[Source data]
============

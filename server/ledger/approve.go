package ledger

import (
	"context"
	"database/sql"
	"errors"
	"strings"
	"time"

	"lapgate/pipeline"
)

// Effective says from when an approved recipe judges.
type Effective string

// From now on, or for lots that the station has not seen yet.
const (
	EffectiveNow     Effective = "now"
	EffectiveNextLot Effective = "next_lot"
)

// Approval is two people's word that a recipe may judge what ships.
type Approval struct {
	Hash             string // of the recipe's text
	Author, Approver string
	Reason           string
	Effective        Effective
	At               time.Time // zero = now
}

func (a Approval) check() error {
	if a.Effective != EffectiveNow && a.Effective != EffectiveNextLot {
		return pipeline.Invalid("effective: got %q, want now or next_lot", a.Effective)
	}
	if err := errors.Join(checkText("author", a.Author, maxPerson), checkText("person", a.Approver, maxPerson), checkText("reason", a.Reason, maxReason)); err != nil {
		return err
	}
	if samePerson(a.Author, a.Approver) {
		return pipeline.Invalid("person: got %q, who is the author: want a second person", a.Approver)
	}
	return nil
}

// samePerson compares names as people write them.
func samePerson(a, b string) bool {
	plain := func(s string) string { return strings.ToLower(strings.Join(strings.Fields(s), " ")) }
	return plain(a) == plain(b)
}

// Approve records an approval of a recipe that is on record, and returns it as recorded.
// The same one sent again, while it is the latest for the recipe's subject, changes nothing.
func (s *Store) Approve(ctx context.Context, a Approval) (Approval, error) {
	if err := a.check(); err != nil {
		return a, err
	}
	r, err := s.Recipe(ctx, a.Hash)
	if err != nil {
		return a, err
	}
	if a.At.IsZero() {
		a.At = s.Now()
	}
	a.At = toMicros(a.At)
	err = s.write(ctx, func(tx *sql.Tx) error {
		old, err := lastApproval(ctx, tx, r)
		if err != nil {
			return err
		}
		again := a
		if again.At = old.At; again == old {
			a = old
			return nil
		}
		_, err = tx.ExecContext(ctx, `INSERT INTO approvals (id, hash, author, approver, reason, effective, at_us) VALUES ($1, $2, $3, $4, $5, $6, $7)`,
			newID(), a.Hash, a.Author, a.Approver, a.Reason, string(a.Effective), micros(a.At))
		return err
	})
	return a, err
}

// lastApproval returns the latest approval of any recipe for the same part, revision and
// surface; the zero value = none.
func lastApproval(ctx context.Context, tx *sql.Tx, r Recipe) (Approval, error) {
	var a Approval
	var at int64
	err := tx.QueryRowContext(ctx, `SELECT a.hash, a.author, a.approver, a.reason, a.effective, a.at_us FROM approvals a JOIN recipes r ON r.hash = a.hash
		WHERE r.part = $1 AND r.revision = $2 AND r.surface = $3 ORDER BY a.at_us DESC, a.id DESC LIMIT 1`, r.Part, r.Revision, r.Surface).
		Scan(&a.Hash, &a.Author, &a.Approver, &a.Reason, &a.Effective, &at)
	if errors.Is(err, sql.ErrNoRows) {
		return Approval{}, nil
	}
	a.At = fromMicros(at)
	return a, err
}

// Approved is an approval beside the recipe that it is of.
type Approved struct {
	Approval
	Recipe Recipe
}

// Approvals lists the approvals of a part's recipes, or of all, oldest first.
func (s *Store) Approvals(ctx context.Context, part string) ([]Approved, error) {
	w := &where{}
	if part != "" {
		w.add("r.part = %s", part)
	}
	var out []Approved
	err := each(ctx, s.reader, func(rows *sql.Rows) error {
		var a Approved
		var at, added int64
		r := &a.Recipe
		err := rows.Scan(&a.Hash, &a.Author, &a.Approver, &a.Reason, &a.Effective, &at,
			&r.Hash, &r.Part, &r.Revision, &r.Surface, &r.File, &r.Text, &added)
		a.At, r.Added = fromMicros(at), fromMicros(added)
		out = append(out, a)
		return err
	}, `SELECT a.hash, a.author, a.approver, a.reason, a.effective, a.at_us, r.hash, r.part, r.revision, r.surface, r.file, r.body, r.added_us
		FROM approvals a JOIN recipes r ON r.hash = a.hash WHERE `+w.String()+` ORDER BY a.at_us, a.id`, w.args...)
	return out, s.engine.classify(err)
}

// LotBegan returns when a lot of a part was first judged on a line and station; the zero
// time = not yet.
func (s *Store) LotBegan(ctx context.Context, part, lot, line, station string) (time.Time, error) {
	var us sql.NullInt64
	err := s.reader.QueryRowContext(ctx, `SELECT MIN(judged_us) FROM inspections WHERE part = $1 AND lot = $2 AND line = $3 AND station = $4`,
		part, lot, line, station).Scan(&us)
	if err != nil || !us.Valid {
		return time.Time{}, s.engine.classify(err)
	}
	return fromMicros(us.Int64), nil
}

============

__WHAT IS NEEDED__. Going through the entries above, show each line that contains "when".

__RESULT__.
// Effective says from when an approved recipe judges.
// LotBegan returns when a lot of a part was first judged on a line and station; the zero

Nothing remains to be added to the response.